New treaty draft weakens role of commission
by Daniel Mason
The latest draft of the European Union's fiscal compact weakens the demand for member states to insert a balanced budget rule into their constitutions and reduces the role of EU institutions in enforcing the rules.
The third version of the document, published today by the think-tank Open Europe, also sets January 1 2013 as the date the treaty would come into effect and reduces from 15 to 12 the minimum number of eurozone countries that must ratify it before it becomes law.
On Monday, German Chancellor Angela Merkel and French President Nicolas Sarkozy said negotiations over the treaty – designed to impose strict economic discipline in the eurozone to prevent a future debt crisis – were going well and that it should be signed by March 1.
But the third draft includes significant changes. Where the second version said member states would have to introduce the balanced budget rules "in national binding provisions of a constitutional or equivalent nature", the latest document calls for "provisions of binding force and permanent character, preferably constitutional, that are guaranteed to be respected".
It comes amid suggestions that some countries, including Ireland and Finland, would have to hold referendums to push through changes to their constitutions.

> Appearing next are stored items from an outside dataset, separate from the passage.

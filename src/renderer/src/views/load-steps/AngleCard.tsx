// Where the run's rotor angle came from, above its traces: the angle source named (encoder lines,
// resolver tracking loop, sensorless observer with its PLL), how the traces show it, the angle error's
// rms and peak, and the findings about it (the sensorless observer's validity and hand-over, the
// estimator against the speed loop). Nothing for the true angle.
import { fieldPhrase, plainMessage, severityPhrase } from '../../../../core/reports/phrases';
import { jumpToField } from '../../components/jump-to-field';
import type { SimDone } from '../../state/simulation-run';
import { angleFindings, angleSourceText, angleText } from './angle-figures';

export function AngleCard({ result, file, polePairs }: { result: SimDone; file: unknown; polePairs: number }) {
  const source = angleSourceText(file, polePairs);
  if (source === null || !result.traces.thetaError_rad) return null;
  const m = result.metrics;
  const rms = typeof m.angleErrorRms_rad === 'number' ? angleText(m.angleErrorRms_rad) : null;
  const peak = typeof m.angleErrorPeak_rad === 'number' ? angleText(m.angleErrorPeak_rad) : null;
  return (
    <div data-testid="angle-source" style={{ margin: '0 0 8px' }}>
      <div className="key">
        <span>
          <strong>Rotor angle:</strong> <span data-testid="angle-source-text">{source}</span>.
          {' '}The speed row shows the controller's estimate (dotted) over the true speed; the angle-error row the estimated less the true electrical angle, in electrical degrees.
          {rms && peak && <> Angle error {rms} rms, {peak} peak.</>}
        </span>
      </div>
      {angleFindings(result.findings).map((f, i) => (
        <div key={i} className={`finding ${f.severity}`} data-testid="angle-finding">
          <strong>{severityPhrase(f.severity)}</strong>
          {f.field && (
            <>
              {', '}
              <button className="link" onClick={() => jumpToField(f.field!)}>{fieldPhrase(f.field)}</button>
            </>
          )}
          : {plainMessage(f.message)}
        </div>
      ))}
    </div>
  );
}
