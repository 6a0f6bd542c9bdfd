/**
 * The cascade simulator: the dq plant (plant.ts) integrated period by period with the Cash-Karp
 * adaptive Runge-Kutta method (ode45-cash-karp), under the digital controller (controller.ts).
 *
 * Each control period [t_k, t_k + Ts]: the controller samples the state at t_k and returns the
 * alpha-beta voltage to hold over the period (its command of `delaySamples` periods before); the
 * integrator is reset in place (t, dt) and integrates to the period end with tLimit = period end
 * and dtMaxMag = Ts, splitting at load-schedule breakpoints so that no step straddles a jump.
 * The error is relative per state with an absolute floor for near-zero states (currents,
 * speed, angle), see `errorFloors`; the energy state is excluded from step control.
 *
 * The run stops with a diagnostic on divergence (a non-finite state, |i| > 20·Imax, |omega| above
 * the divergence speed, or a step-size collapse), on the step or wall-time budget, or when the
 * abort signal is raised (checked every `CHECK_EVERY` periods). A sample of every channel is
 * taken at every period start (and at the end) and fed at once to a streaming min/max decimator
 * sized from the number of periods and `maxPoints`, and to streaming trackers of the metrics that
 * need full-rate samples, so the memory of a run does not grow with its length.
 */
import ode45 from 'ode45-cash-karp';
import type { DqMachine } from '../machine/dq-machine';
import type { DriveLimits } from '../drive/inverter-spec';
import type { Finding } from '../base/finding';
import { limitField } from '../drive/current-limits';
import { InputError } from '../base/errors';
import { Plant, STATE_SIZE as STATE_SIZE_, I_D as I_D_, I_Q as I_Q_, OMEGA as OMEGA_, THETA as THETA_, ENERGY as ENERGY_, loadSchedule, loadLevel, nextLoadBreak, coulombWidth } from './plant';
import type { PlantParams } from './plant';
import { CascadeController, stepSchedule, voltageLimitAt, DEFAULT_CONTROLLER_OPTIONS } from '../control/controller';
import type { ControllerConfig, VoltageLimitSpec, AntiWindup, ControlMode } from '../control/controller';
import { buildReferenceTable, torqueLimitsAt } from '../control/reference-table';
import { safetyReport } from '../steady-state/safety';
import type { ReferenceTable } from '../control/reference-table';
import { tuneLoops, tuningInputFromProject } from '../control/tuning';
import type { TuningReport } from '../control/tuning';
import { StreamingMinMax, DEFAULT_MAX_POINTS, MAX_TRACE_POINTS } from './decimate';
import { StepResponseTracker, LoadStepTracker, SteadyStateTracker, finiteOrNull } from './metrics';
import { effectiveBus } from '../drive/inverter';
import type { ResolvedProject } from '../project/project';
import { RAD_S_TO_RPM, RPM_TO_RAD_S } from '../base/units';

In another change, the power to take countries to court for not introducing the rule would be held by other member states rather than with the commission, which would only produce advisory reports. Under the terms of the third draft, the commission would not, as in previous versions, be able to submit recommendations to countries that have excessive public debt.
The European Court of Justice's powers are also reduced compared to earlier texts, with its role reduced to overseeing the implementation of the balanced budget rule.
The treaty will force member states to run a balanced budget and limit public deficits to 0.5 per cent of gross domestic product. Where debt is lower than 60 per cent of GDP, deficits of up to 1 per cent would be allowed. However, in places the term structural deficit has been replaced by "structural balance".
However, the draft gives permission for member states to "deviate" from medium-term economic objectives "in case of an unusual even outside the control of the Contracting Party concerned which has a major impact on the financial position of the government or in periods of severe economic downturn".
Senior members of the European Parliament who are observing the negotiations derided the latest draft as "unacceptable". Liberal leader Guy Verhofstadt, Green MEP Daniel Cohn-Bendit, Roberto Gualtieri of the Socialists and Democrats, and Elmar Brok of the centre-right European People's Party said it was "not compatible with the existing EU treaties".
In joint statement they added: "The draft does not guarantee that any decision to implement the new agreement would be taken via the normal procedures laid down in the EU treaties to ensure proper democratic scrutiny and accountability."
As many as 26 EU member states are expected to sign up to the treaty after only the United Kingdom ruled itself out at December's summit after failing to win concessions to protect financial services and the single market.
But the possibility of joining is available to the UK, with the treaty "open to accession by member states of the EU other than the Contracting Parties upon application". The draft foresees the treaty being incorporated into EU law within five years.
Business for New Europe, a coalition of British business leaders, said today that the fiscal compact should be moved inside the EU treaty quickly. Philip Souta, BNE director, said: "As it is in our interest for the eurozone to resolve its problems as soon as possible, and given that the fiscal pact in the treaty is a step towards that aim, we should aim to have it incorporated into the EU treaties as soon as possible."
Britain has insisted that there should be no conflict between the treaty and issues such as the single market and EU institutions which affect all 27 members – and the latest draft, as well as weakening the commission's role, removes a reference to the internal market, suggesting a victory for the UK.
Meanwhile, following talks with Merkel in Berlin today Italian Prime Minister Mario Monti has said structural reforms meant Europe "doesn't have to fear any more that Italy is a possible source of contagion". Merkel added that she had "watched with great respect how quickly they have been implemented.
Elsewhere the commission said that Belgium, Cyprus, Malta and Poland had taken "effective action" to correct excessive deficits. But it warned Hungary that it had not done enough and threatened the country with sanctions.
And commission vice-president Olli Rehn told MEPs that a long-awaited deal between Greece and banks on debt restructuring would be finalised "shortly" after Merkel said that the next installment of Greece's bail-out was dependent on a successful conclusion to the negotiations. Private sector bond holders are expected to take a 50 per cent hit on Greek sovereign debt.